Prey choice experiment

Adult M. soledadinus individuals were offered different potential prey species to assess their dietary breadth. The prey species used were a mix of native and introduced invertebrates from the orders Coleoptera , Diptera , Lepidoptera and Haplotaxida (Table II). These species were chosen because they are abundant and widely distributed within the Kerguelen Archipelago, and they represent the major non-predatory macroinvertebrate groups present in the same habitats as M. soledadinus (i.e. fellfield, tundra and coastal). The offered prey also included juvenile M. soledadinus because predation of larvae by adults has been observed in the field. All individuals used in these experiments - prey and M. soledadinus - were manually collected along the coast from the research stations Port-aux-Français (70 ○ 12’59.76”E, 49 ○ 21’0.00”S) and Baie de l’Aurore Australe (70 ○ 11’10.50”E, 49 ○ 20’56.51”S).

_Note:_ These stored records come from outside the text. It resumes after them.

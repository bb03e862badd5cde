"""The house rules, checked on every run of the suite (and so in CI).

* **Layers**: import-linter's contracts in pyproject.toml (data flows forward;
  matplotlib only in the renderers; symmetry is pure mathematics).
* **Types**: mypy with ``check_untyped_defs`` reports no error.
* **Lint and format**: ruff with the rule set written down in pyproject.toml.
* **Complexity**: no function or method above cyclomatic complexity 25
  (radon's measure, McCabe 1976), so each stays readable in one sitting.

Each gate is the tool's own command line, run from the project root; a
failure prints the tool's report.
"""

from __future__ import annotations

import shutil
import subprocess
import sys
from pathlib import Path

import pytest

ROOT = Path(__file__).resolve().parent.parent
MAX_COMPLEXITY = 25


def _run(args: list[str]) -> subprocess.CompletedProcess[str]:
    return subprocess.run(args, cwd=ROOT, capture_output=True, text=True, timeout=600)


def _tool(name: str) -> str:
    exe = shutil.which(name) or str(Path(sys.executable).parent / name)
    if not Path(exe).exists():
        pytest.fail(f"{name} is not installed: install the test extras (pip install -e '.[test]')")
    return exe


def test_layer_contracts():
    r = _run([_tool("lint-imports")])
    assert r.returncode == 0, r.stdout + r.stderr


def test_types():
    r = _run([sys.executable, "-m", "mypy"])
    assert r.returncode == 0, r.stdout + r.stderr


def test_lint():
    r = _run([sys.executable, "-m", "ruff", "check", "enumerator", "tests"])
    assert r.returncode == 0, r.stdout + r.stderr


def test_format():
    r = _run([sys.executable, "-m", "ruff", "format", "--check", "enumerator", "tests"])
    assert r.returncode == 0, r.stdout + r.stderr


def _functions(blocks):
    """Every function, method and closure radon found (a class's own figure is a sum, not a function's)."""
    for block in blocks:
        if hasattr(block, "methods"):
            yield from _functions(block.methods)
            yield from _functions(getattr(block, "inner_classes", []))
        else:
            yield block
            yield from _functions(getattr(block, "closures", []))


def test_complexity():
    from radon.complexity import cc_visit

    too_complex = []
    for path in sorted((ROOT / "enumerator").rglob("*.py")):
        for block in _functions(cc_visit(path.read_text(encoding="utf-8"))):
            if block.complexity > MAX_COMPLEXITY:
                too_complex.append(f"{path.relative_to(ROOT)}:{block.lineno} {block.name} ({block.complexity})")
    assert not too_complex, "split these functions:\n" + "\n".join(too_complex)
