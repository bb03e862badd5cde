"""Shared fixtures for the test suite."""

from __future__ import annotations

import pytest

from enumerator.rules.ruleset import load_rules


@pytest.fixture(scope="session")
def rules():
    return load_rules()
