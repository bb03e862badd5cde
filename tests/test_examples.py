"""The checked-in examples regenerate byte for byte.

If an analysis changes on purpose, refresh them with
``isosieve job examples/<folder>/<file>.toml --write`` (and the batch
command named in examples/iron/screen.txt)."""

from __future__ import annotations

from pathlib import Path

import pytest

from enumerator.parse.job import load_job
from enumerator.render.batch import render_batch
from enumerator.render.job import job_files
from enumerator.workflow.batch import screen_file
from enumerator.workflow.job import run_job

EX = Path(__file__).resolve().parent.parent / "examples"
JOBS = sorted(EX.glob("*/*.toml"))


@pytest.mark.parametrize("path", JOBS, ids=lambda p: p.name)
def test_job_outputs_regenerate(path):
    job = load_job(str(path))
    assert job.outputs
    for file, text in job_files(run_job(job)):
        assert text.encode("utf-8") == file.read_bytes(), (
            f"{file.name} is stale: run isosieve job {path.relative_to(EX.parent)} --write"
        )


def test_batch_example_regenerates():
    result = screen_file(str(EX / "iron" / "screen.txt"))
    assert render_batch(result, "csv").encode("utf-8") == (EX / "iron" / "screen.csv").read_bytes()


def test_examples_carry_safety():
    for p in EX.glob("*/*.md"):
        assert "Safety" in p.read_text(encoding="utf-8")


def test_ru_example_counts():
    # from memory: [RuCl2(CO)2(PPh3)2] has five geometric isomers; the dppe chelate (cis-only) fewer
    job = load_job(str(EX / "ruthenium" / "ru_dicarbonyl.toml"))
    res = {c.label: c.result for c in run_job(job).complexes}
    assert res["Ru-1 (PPh3)"].isomer_set.geometric_isomers == 5
    assert (
        res["Ru-3 (dppe chelate)"].isomer_set.geometric_isomers == 3
    )  # from memory: M(AA)b2c2 has 3 geometric isomers


@pytest.mark.parametrize(
    "body, words",
    [
        ('[[complex]]\nformula = "[Co(NH3)4Cl2]+"\ngeometri = "OC-6"\n', "did you mean 'geometry'"),
        ('title = "x"\n', "missing key 'complex'"),
        ('[[complex]]\nformula = "Ma4b2"\nlimit = 0\n', "positive integer"),
        ('[[complex]]\nformula = "Ma4b2"\noptions = { pik = "cis" }\n', "unknown option 'pik'; did you mean 'pick'"),
        ('[[complex]]\nformula = "Ma4b2"\npick = "cis"\n', "options = { pick = ... }"),
        ('[defaults]\nspans = { AA = "across" }\n[[complex]]\nformula = "M(AA)b4"\n', "span 'across'"),
        ('[[complex]]\nformula = "Ma4b2"\nreporters = { a = 1 }\n', "table of strings"),
        ('[[complex]]\nformula = "Ma4b2"\n[[output]]\nformat = "pdf"\nfile = "a.pdf"\n', "format 'pdf'"),
        ('[[complex]]\nformula = "Ma4b2"\n[[output]]\nformat = "csv"\nfile = "../a.csv"\n', "relative path"),
    ],
)
def test_job_validation(tmp_path, body, words):
    from enumerator.errors import InputError

    p = tmp_path / "job.toml"
    p.write_text(body, encoding="utf-8")
    with pytest.raises(InputError) as exc:
        load_job(str(p))
    assert words in exc.value.line() and "job.toml" in exc.value.line()
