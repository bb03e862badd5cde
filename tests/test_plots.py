"""Plots: Figures without pyplot, drawing into a given ax, deterministic SVG, PNG at a chosen resolution."""

import struct

import numpy as np
import pytest

from enumerator.errors import InputError
from enumerator.render.plots import lorentzian_trace, picture, spectra_figure, stick_spectrum
from enumerator.vibrations.solver import Band

BANDS = (Band(2045.0, 0.4, "A1"), Band(1980.0, 1.0, "E"))


def test_returns_a_figure_with_axes_units_and_legend():
    fig = stick_spectrum(BANDS, measured=[2040.0], title="[Cr(CO)5(PPh3)] OC-6")
    ax = fig.axes[0]
    assert ax.get_xlabel() == "wavenumber / cm$^{-1}$" and ax.get_ylabel() == "rel. IR intensity"
    labels = [t.get_text() for t in ax.get_legend().get_texts()]
    assert "predicted band" in labels and "measured" in labels
    assert ax.get_title(loc="left") == "[Cr(CO)5(PPh3)] OC-6"
    assert ax.get_xlim()[0] > ax.get_xlim()[1]  # wavenumbers fall to the right, as IR spectra are drawn (common)


def test_draws_into_a_given_ax_and_leaves_the_backend_alone():
    import matplotlib

    backend = matplotlib.get_backend()
    from matplotlib.figure import Figure

    fig = Figure()
    ax1, ax2 = fig.subplots(1, 2)
    out = stick_spectrum(BANDS, ax=ax2)
    assert out is fig and ax2.lines and not ax1.lines
    assert spectra_figure([("a", BANDS), ("b", BANDS[:1])], axes=[ax1, ax2]) is fig
    assert matplotlib.get_backend() == backend


def test_dollar_signs_in_titles_are_text():
    fig = stick_spectrum(BANDS, title="$\\alpha$ cost $5")
    picture(fig)  # the math parser would raise on an unbalanced '$'
    assert fig.axes[0].get_title(loc="left") == "\\$\\alpha\\$ cost \\$5"


def test_svg_deterministic():
    a = picture(stick_spectrum(BANDS, measured=[2040.0, 1975.0]))
    b = picture(stick_spectrum(BANDS, measured=[2040.0, 1975.0]))
    assert a == b and a.startswith(b"<?xml")


def test_png_and_its_resolution():
    lo, hi = picture(stick_spectrum(BANDS), "png", dpi=72), picture(stick_spectrum(BANDS), "png", dpi=300)
    assert lo[:8] == b"\x89PNG\r\n\x1a\n"  # PNG signature (PNG specification, ISO/IEC 15948)
    # the IHDR chunk holds the width as a 4-byte big-endian integer at offset 16 (PNG specification)
    assert struct.unpack(">I", hi[16:20])[0] == pytest.approx(struct.unpack(">I", lo[16:20])[0] * 300 / 72, rel=0.02)
    with pytest.raises(InputError):
        picture(stick_spectrum(BANDS), "png", dpi=5)
    with pytest.raises(InputError):
        picture(stick_spectrum(BANDS), "pdf")


def test_lorentzian_peak_height():
    # a Lorentzian reaches its full height at its centre and half at +-FWHM/2 (definition of FWHM)
    x = np.array([1980.0, 1985.0])
    y = lorentzian_trace([Band(1980.0, 1.0, "E")], x, 10.0)
    assert abs(y[0] - 1.0) < 1e-12 and abs(y[1] - 0.5) < 1e-12
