def test_bands_outside_the_window_are_refused_in_one_line():
    # CO window 1850-2125 cm-1 (rules/reporters.toml, Nakamoto; from memory); a band at 1748 cm-1 is no
    # [Cr(CO)6] band (its T1u band lies near 1985-2000; from memory), so it needs the window widened on purpose
    for args, words in (
        (["match", "[Cr(CO)6]", "--bands", "19500"], "19500 cm-1 is outside the CO window 1850-2125"),
        (["match", "[Cr(CO)6]", "--bands", "1748"], "--window 1700:2125"),
        (["match", "[Cr(CO)6]", "--bands", "2000", "--window", "5:9"], "not a range inside 100-4000"),
        (["match", "[Cr(CO)6]", "--bands", "2000", "--window", "abc"], "is not LOW:HIGH"),
        (["match", "[Cr(CO)6]", "--bands", "2000 (500)"], "(0, 100]"),
        (["bands", "[Cr(CO)6]", "--constants", "k=1e308"], "physical range of a stretching constant, from 2 to 30"),
        (["bands", "[Cr(CO)6]", "--constants", "kc=5"], "physical range of an interaction constant"),
        (
            ["bands", "Ma4b2", "--reporter", "a=CO", "--isomer", "1", "--fit", "2030,1940,1915,1890", "--fix", "kt=9"],
            "--fix: kt = 9",
        ),
        (["bands", "Ma4b2", "--reporter", "a=CO", "--isomer", "1", "--fit", "2030,1940,1915,19000"], "--fit: 19000"),
    ):
        code, out, err = run_cli(args)
        assert code == 2 and out == "" and words in err and err.count("\n") == 1, (args, err)
    code, out, err = run_cli(["match", "[Ti(CO)6]2-", "--bands", "1748", "--window", "1700:2125", "--json"])
    assert code == 0, err
    assert json.loads(out)["window_source"] == "widened on purpose with --window"
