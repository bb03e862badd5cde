"""The benchmark script runs (quick mode, no timing assertions: timings are
for the README, never for pass/fail)."""

from __future__ import annotations

import json
import subprocess
import sys

from enumerator import bench


def test_naive_baseline_agrees_with_the_enumerator_on_mabcdef():
    # Mabcdef on OC-6: 15 geometric / 30 stereoisomers (Miessler & Tarr, Inorganic Chemistry; from memory)
    got = bench.naive_isomers("Mabcdef", "OC-6")
    assert (got["geometric_isomers"], got["stereoisomers"]) == (15, 30)
    assert set(got["point_groups"]) == {"C1"}  # six different ligands: no symmetry left (common practice)


def test_libraries_have_the_requested_size_and_repeat_patterns():
    lib = bench.abstract_library(3000, distinct=50)
    assert len(lib) == 3000 and bench._patterns(lib) <= 50
    assert len(bench.condensed_library(100)) == 100


def test_quick_run_produces_a_complete_document():
    out = subprocess.run(
        [sys.executable, "-m", "enumerator.bench", "--quick", "--json", "--quiet"],
        capture_output=True,
        text=True,
        timeout=120,
        check=True,
    )
    doc = json.loads(out.stdout)
    for key in ("machine", "enumeration", "baseline", "batch_abstract", "batch_condensed", "cold_start"):
        assert key in doc
    ic = next(r for r in doc["enumeration"] if r["geometry"] == "IC-12")
    # a3b3c3d3 on IC-12: the enumerator must agree with Burnside's lemma (independent count in enumerator.isomers.counting)
    assert ic["burnside_agrees"] is True
    assert all(r.get("agrees", True) for r in doc["baseline"])
    assert doc["cold_start"]["heavy_imports"]["rdkit"] is False
    assert doc["cold_start"]["heavy_imports"]["matplotlib"] is False
    assert bench.render(doc).count("|") > 20
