"""Request options: one declared table checks them in the Python API, job files and the command line;
the one-call API at the package root."""

from __future__ import annotations

import json
import subprocess
import sys
import time
from dataclasses import fields

import pytest
from _cli import cli

import enumerator
from enumerator.errors import InputError
from enumerator.parse.job import parse_job
from enumerator.parse.request import OPTIONS, Request, make_request
from enumerator.workflow.job import run_job
from enumerator.workflow.pipeline import run


def test_every_request_field_is_a_declared_option():
    declared = {o.name for o in OPTIONS}
    assert {f.name for f in fields(Request)} - {"formula"} == declared
    for o in OPTIONS:
        assert o.doc and o.kind and o.where in ("entry", "options", "caller")


@pytest.mark.parametrize(
    "options, words",
    [
        ({"pik": "cis"}, "unknown option 'pik'; did you mean 'pick'?"),
        ({"geometri": "OC-6"}, "did you mean 'geometry'?"),
        ({"reporter": {"a": "CO"}}, "did you mean 'reporters'?"),
        ({"limit": 0}, "'limit' must be a positive integer"),
        ({"limit": True}, "'limit' must be a positive integer"),
        ({"spans": {"AA": "across"}}, "span 'across' is not one of edge, cis, trans, any"),
        ({"arrangements": {"AAA": "fac,bent"}}, "arrangement 'bent' is not fac or mer"),
        ({"reporters": "a=CO"}, "'reporters' must be a table of strings"),
        ({"rules": "my_rules"}, "'rules' must be a list of folder names"),
        ({"pick": ""}, "'pick' must be a non-empty string"),
    ],
)
def test_the_api_refuses_what_the_table_does_not_allow(options, words):
    with pytest.raises(InputError) as exc:
        enumerator.analyse("M(AA)b4", **options)
    assert words in exc.value.line()


def test_mappings_and_pairs_give_the_same_request():
    a = make_request("Ma4b2", reporters={"a": "CO"}, spans=None)
    b = make_request("Ma4b2", reporters=(("a", "CO"),))
    assert a == b == Request("Ma4b2", reporters=(("a", "CO"),))
    assert hash(a) == hash(b)


def test_analyse_takes_the_command_options():
    # cis/trans-M(CO)4L2: four IR-active CO stretches for cis (C2v), one for trans (D4h)
    # (Cotton, Chemical Applications of Group Theory, 3rd ed., ch. 10; from memory)
    r = enumerator.analyse("Ma4b2", geometry="OC-6", reporters={"a": "CO"})
    doc = r.to_dict()
    assert [(i["point_group"], i["modes"]["CO"]["ir"]) for i in doc["isomers"]] == [("C2v", 4), ("D4h", 1)]


def test_pick_cuts_the_isomers_in_the_api_and_in_job_files():
    # fac- and mer-[Co(NH3)3(NO2)3] (common practice)
    api = enumerator.analyse("[Co(NH3)3(NO2)3]", pick="mer")
    job = parse_job({"complex": [{"formula": "[Co(NH3)3(NO2)3]", "options": {"pick": "mer"}}]}, "job.toml")
    via_job = run_job(job).complexes[0].result
    assert [i.point_group for i in api.isomers] == [i.point_group for i in via_job.isomers] == ["C2v"]
    assert api.notes[-1] == "--pick mer: 1 of 2 stereoisomer(s) shown"
    code, out, _ = cli(["isomers", "[Co(NH3)3(NO2)3]", "--pick", "mer", "--json"])
    assert code == 0 and json.loads(out) == api.to_dict()


def test_iter_isomers_is_lazy():
    # 7,983,360 stereoisomers of Mabcdefghijkl on IC-12 (Burnside count, isosieve count): the first comes at once
    start = time.perf_counter()
    it = enumerator.iter_isomers("Mabcdefghijkl", geometry="IC-12")
    first = next(it)
    assert first.point_group == "C1" and time.perf_counter() - start < 20
    assert [i.id for i in enumerator.iter_isomers("Ma4b2", limit=1)] == ["1"]


def test_iter_isomers_with_pick_and_nothing_matching():
    # Ma2b2c2: one chiral pair among the five geometric isomers (common practice)
    assert [i.id for i in enumerator.iter_isomers("Ma2b2c2", pick="OC-6-32")] == ["1a", "1b"]
    with pytest.raises(InputError, match="descriptors present"):
        list(enumerator.iter_isomers("Ma2b2c2", pick="OC-6-99"))
    with pytest.raises(InputError, match="did you mean 'limit'"):
        next(enumerator.iter_isomers("Ma2b2c2", limt=3))


def test_run_and_the_api_agree():
    req = Request("M(AA)2b2", reporters=(("b", "CO"),))
    assert run(req).to_dict() == enumerator.analyse("M(AA)2b2", reporters={"b": "CO"}).to_dict()


def test_root_names_load_lazily():
    code = (
        "import sys, enumerator; "
        "assert not {'numpy', 'rdkit', 'matplotlib'} & set(sys.modules), sorted(sys.modules); "
        "from enumerator import analyse, iter_isomers, load_rules, parse_abstract, enumerate_isomers, generate, "
        "Isomer, IsomerSet, Request, Result, IsosieveError, InputError, RuleError, CapacityError"
    )
    p = subprocess.run([sys.executable, "-c", code], capture_output=True, text=True, timeout=120)
    assert p.returncode == 0, p.stderr
    assert set(enumerator.__all__) <= set(dir(enumerator))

Trials were carried out in Petri dishes (diameter: 9 cm). The bottoms of the Petri dishes were covered with filter paper so that the insects were able to move more easily and to provide humid conditions through wetting of the paper with tap water. Predators fasted for 1 week prior to the start of the experiment. Prey individuals, alone or in combination with another of the same or different prey species, were placed in the Petri dishes prior to the introduction of the predators. We varied the number of M. soledadinus individuals to obtain different prey:predator ratios (1:1, 1:2, 1:5, 1:10 and 1:20) because this predator species is frequently found in high densities, especially under stones in fellfield areas at the Kerguelen Archipelago. In the Kerguelen Archipelago, the average monthly temperature ranges between 2 ○ C in the winter and 8 ○ C in the summer months ( Frenot et al. 2001), although temperatures have been increasing recently ( Daly et al. 2023a). We conducted this experiment under two different temperature conditions typical of the daytime in the sub-Antarctic Kerguelen Archipelago during winter and summer periods (4 ○ C and 10 ○ C) and one appreciably above such temperatures (15 ○ C) to capture a range of temperatures, allowing for the estimation of potential changes in invertebrate predator behaviour as a function of environmental conditions (Table II). Due to constraints on the availability of prey individuals and limits on collecting wild individuals from the local natural reserve, not all conditions could be tested for all species. For summaries of conditions by species and number of replicates by combination, see Tables II & III, respectively.

M. soledadinus individuals were presented with either one or two prey individuals and were left with the prey for 24 h, after which we recorded the status of the prey as intact, partially consumed or totally consumed. Prey partially eaten but still alive within the observation period were considered partially consumed. We binary transformed our outcome (intact, partially consumed or totally consumed), with prey described as either consumed or intact. We used binary logistic regression to model predation by M. soledadinus during the first hour of the trial and at the end of 24 h with prey taxonomy, temperature (4 ○ C, 10 ○ C or 15 ○ C), prey type (species), origin (i.e. native or non-native species), life stage (juveniles (larvae, nymph), pupae or adult) and predator density for the consumption of prey. Also included in the model was whether or not alternative prey were offered. We fitted several models using the ‘drop1’ function in the base R package stats (R Core Team 2023) and compared these to a simple model based on the life history traits of M. soledadinus in order to better understand what influences predatory behaviour in this species.